"use" kelimesi normalde "kullanmak" anlamına gelir.
Fakat "used to" kalıbı geçmişte yapılan, ama artık yapılmayan alışkanlıkları, alışkanlık haline gelen eylemleri, durumları ya da şimdi alışkanlık haline gelen davranışları, tutumları ifade eder.
Aralarındaki fark "used to" ve ardından fiil geldiğinde geçmişte olmuş ve tekrarlanmış bir durumu, "be used to" olduğunda ise bugün de süren bir alışkanlığı ifade etmelerinde yatar.

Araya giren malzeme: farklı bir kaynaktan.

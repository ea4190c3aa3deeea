"""The engine trusts no rule: a finding that contradicts itself, a severity that is not one, a
non-finite number, an exception of any kind, a flood of findings, a review that runs out of
time or a rule that prints are each made harmless, and never a ``go``."""

from __future__ import annotations

import math
import time
from dataclasses import dataclass
from pathlib import Path

import pytest

from reviewer import engine
from reviewer.cli import main
from reviewer.engine import review
from reviewer.finding_checks import MAX_FINDINGS, finding_problem
from reviewer.findings import Comparison, Finding, Severity, Source, Verdict
from reviewer.profile import parse_profile
from reviewer.rule import Rule
from reviewer.testing import make_build
from reviewer.units import quantity
from reviewer.watchdog import ReviewTimeout, call_each_with_budget

SOURCE = (Source.common_practice("test rule"),)
BUILD = make_build({})


def _profile(budget: str = "2 s"):
    text = (
        f'[profile]\nname = "t"\nmandatory_rules = ["test.rule"]\nrule_time_budget = "{budget}"\n'
    )
    return parse_profile(text, "trust-profile.toml")


def _rule(check, rule_id: str = "test.rule") -> Rule:
    return Rule(id=rule_id, title="a rule under test", check=check, sources=SOURCE)


def _review_of(check, budget: str = "2 s"):
    return review(BUILD, _profile(budget), [_rule(check)])


def _one(*findings):
    def check(build, profile):
        """Gives the findings it was made with."""
        yield from findings

    return check


AMPS = quantity(5.0, "A")
LIMIT = quantity(10.0, "A")


@pytest.mark.parametrize(
    ("finding", "reason"),
    [
        (Finding("pass", "x", "y"), "severity is 'pass'"),  # type: ignore[arg-type]
        (Finding(None, "x", "y"), "severity is None"),  # type: ignore[arg-type]
        (Finding(Severity.PASS, "x", "y", measured=quantity(math.nan, "A")), "not finite"),
        (
            Finding(Severity.PASS, "x", "y", measured=quantity(math.inf, "A"), limit=LIMIT),
            "not finite",
        ),
        (Finding(Severity.FIX, "x", "y", limit=quantity(-math.inf, "A")), "not finite"),
        (
            Finding(Severity.PASS, "x", "y", measured=quantity(12.0, "A"), limit=LIMIT),
            "above its limit",
        ),
        (
            Finding(
                Severity.PASS, "x", "y", measured=AMPS, limit=LIMIT, comparison=Comparison.AT_LEAST
            ),
            "below its limit",
        ),
        (Finding(Severity.PASS, "x", "y", measured=AMPS, limit=quantity(3.0, "V")), "same kind"),
        (Finding(Severity.PASS, 7, "y"), "subject is 7"),  # type: ignore[arg-type]
        (Finding(Severity.PASS, "x", "y", measured=5.0), "not a quantity or text"),  # type: ignore[arg-type]
        (Finding(Severity.PASS, "x", "y", sources=("a citation",)), "Source objects"),  # type: ignore[arg-type]
        (Finding(Severity.PASS, "x", "y", comparison="at most"), "comparison"),  # type: ignore[arg-type]
    ],
)
def test_an_untrustworthy_finding_becomes_unassessed_with_the_reason(finding, reason) -> None:
    assert reason in (finding_problem(finding) or "")
    result = _review_of(_one(finding))
    (shown,) = result.findings
    assert shown.severity is Severity.UNASSESSED and reason in shown.rationale
    assert result.verdict is Verdict.INCOMPLETE


def test_a_pass_on_its_limit_or_within_rounding_stays_a_pass() -> None:
    on_the_limit = Finding(Severity.PASS, "x", "y", measured=LIMIT, limit=LIMIT)
    rounding = Finding(Severity.PASS, "x", "y", measured=quantity(10.0 + 1e-12, "A"), limit=LIMIT)
    other_unit = Finding(Severity.PASS, "x", "y", measured=quantity(9999.0, "mA"), limit=LIMIT)
    for finding in (on_the_limit, rounding, other_unit):
        assert finding_problem(finding) is None
    result = _review_of(_one(on_the_limit, rounding, other_unit))
    assert [f.severity for f in result.findings] == [Severity.PASS] * 3
    assert result.verdict is Verdict.GO


def test_a_pass_just_past_its_limit_in_another_unit_is_caught() -> None:
    finding = Finding(Severity.PASS, "x", "y", measured=quantity(10_001.0, "mA"), limit=LIMIT)
    assert "above its limit" in (finding_problem(finding) or "")


def test_a_temperature_pass_is_judged_on_the_kelvin_scale() -> None:
    hot = Finding(
        Severity.PASS, "x", "y", measured=quantity(130.0, "degC"), limit=quantity(125.0, "degC")
    )
    cool = Finding(
        Severity.PASS, "x", "y", measured=quantity(300.0, "kelvin"), limit=quantity(125.0, "degC")
    )
    assert "above its limit" in (finding_problem(hot) or "")
    assert finding_problem(cool) is None  # 300 K is 26.85 degC (ITS-90: 0 degC = 273.15 K)


def test_a_rule_cannot_waive_its_own_stop() -> None:
    from datetime import date

    from reviewer.waivers import Waiver

    waiver = Waiver(
        rule="test.rule", subject="x", justification="j", accepted_by="me", date=date(2026, 1, 1)
    )
    result = _review_of(_one(Finding(Severity.STOP, "x", "y", waiver=waiver)))
    assert result.findings[0].severity is Severity.UNASSESSED
    assert result.verdict is Verdict.INCOMPLETE


def test_a_finding_subclass_is_read_once_as_a_plain_finding() -> None:
    @dataclass(frozen=True)
    class Shifty(Finding):
        @property
        def sort_key(self):  # would crash the sorting
            raise RuntimeError("no")

    result = _review_of(_one(Shifty(Severity.PASS, "x", "y")))
    assert type(result.findings[0]) is Finding and result.verdict is Verdict.GO


class Custom(BaseException):
    """Not an Exception: ``except Exception`` does not catch it."""


@pytest.mark.parametrize("budget", ["2 s", "0 s"])  # on the worker thread and inline
@pytest.mark.parametrize(
    "raised",
    [SystemExit(0), SystemExit(3), KeyboardInterrupt(), GeneratorExit(), Custom("deep")],
    ids=["exit0", "exit3", "interrupt", "generator-exit", "custom"],
)
def test_any_base_exception_from_a_rule_is_fenced(raised, budget) -> None:
    def check(build, profile):
        """Raises something that is not an Exception."""
        raise raised
        yield

    result = _review_of(check, budget)
    (shown,) = result.findings
    assert shown.severity is Severity.UNASSESSED
    assert type(raised).__name__ in shown.rationale
    assert result.verdict is Verdict.INCOMPLETE


def test_a_flood_of_findings_is_capped_with_the_worst_kept() -> None:
    passes = [Finding(Severity.PASS, f"item {i}", "fine") for i in range(1000)]
    stop = Finding(Severity.STOP, "the last item", "a stop hidden at the end")
    result = _review_of(_one(*passes, stop))
    assert len(result.findings) == MAX_FINDINGS + 1
    assert any(f.severity is Severity.STOP for f in result.findings)
    note = next(f for f in result.findings if f.severity is Severity.UNASSESSED)
    assert "1001 findings" in note.rationale
    assert result.verdict is Verdict.NO_GO
    only_passes = _review_of(_one(*passes))
    assert only_passes.verdict is Verdict.INCOMPLETE  # what was not shown was not reviewed


def test_an_endless_rule_is_cut_off_by_the_output_cap() -> None:
    def check(build, profile):
        """Never stops giving passes."""
        while True:
            yield Finding(Severity.PASS, "again", "and again")

    result = _review_of(check)
    assert result.verdict is Verdict.INCOMPLETE
    assert len(result.findings) == MAX_FINDINGS + 1


def test_the_whole_review_has_a_time_budget(monkeypatch) -> None:
    def slow():
        time.sleep(0.15)
        return "done"

    outcomes = call_each_with_budget([slow] * 5, budget_s=2.0, total_s=0.4)
    errors = [o.error for o in outcomes]
    assert [o.value for o in outcomes[:2]] == ["done", "done"]
    assert all(isinstance(e, ReviewTimeout) for e in errors[3:])
    inline = call_each_with_budget([slow] * 5, budget_s=0, total_s=0.2)
    assert isinstance(inline[-1].error, ReviewTimeout)

    monkeypatch.setattr(engine, "DEFAULT_REVIEW_BUDGET_S", 0.3)

    def sleepy(build, profile):
        """Takes a while."""
        time.sleep(0.2)
        yield Finding(Severity.PASS, "x", "y")

    rules = [_rule(sleepy, f"test.rule{i}") for i in range(4)]
    result = review(BUILD, _profile(), rules)
    late = [f for f in result.findings if "whole time budget" in f.rationale]
    assert late and result.verdict is Verdict.INCOMPLETE


PRINTING_PACK = '''
import sys
from reviewer import hookimpl
from reviewer.findings import Finding, Severity, Source
from reviewer.rule import Rule

print("LOADING PACK TEXT")


def check(build, profile):
    """Prints while it runs, and closes stdout for good measure."""
    print("RULE TEXT ON STDOUT")
    sys.stdout.close()
    yield Finding(Severity.PASS, "whole vehicle", "nothing to see")


@hookimpl
def firstride_register_rules():
    return [Rule(id="noisy.print", title="Prints", check=check,
                 sources=(Source.common_practice("test pack"),))]
'''


def test_stdout_carries_the_review_alone(tmp_path: Path, capsys) -> None:
    pack = tmp_path / "noisy.py"
    pack.write_text(PRINTING_PACK, "utf-8")
    build = tmp_path / "b.toml"
    build.write_text('[vehicle]\nname = "Quiet"\nkind = "kart"\n', "utf-8")
    main(["review", str(build), "--rules", str(pack), "--format", "json"])
    captured = capsys.readouterr()
    import json

    json.loads(captured.out)  # the whole of stdout is the review
    assert "TEXT" not in captured.out
    assert "LOADING PACK TEXT" in captured.err and "RULE TEXT ON STDOUT" in captured.err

Aşağıdaki örnek cümlelere bakalım:
I used to run everyday when I was at university. (Üniversitedeyken hergün koşardım.)
Bu cümleyi söyleyen kişi gizli olarak şu anda koşmadığını da ifade etmektedir. Ayrıca genelde “used to” yapısı “but ile geçiş yapar.
I did not use to run. (Eskiden koşmazdım.)
Did you use to run? (Koşarmıydın?)
“Used to” yapısının olumlu ve sorusunda görüldüğü gibi “did” yardımcı fiilinden faydalanılır. Yardımcı fiil devreye girdiğinden “use” şeklinde birinci hale döner.(Simple Past Tense’ nin özelliklerinden hatırlayınız.) Gerçi bu tartışma konusudur. “used to” modal olduğu için direk “not” alabilir diyenler de vardır ve bu kullanım informal olarak kullanılmaktadır. Ama gramer olarak “used not to” kullanımı yanlıştır.“Used to” yapısının soru ve olumsuzunda doğru kullanım yukarıdaki gibidir.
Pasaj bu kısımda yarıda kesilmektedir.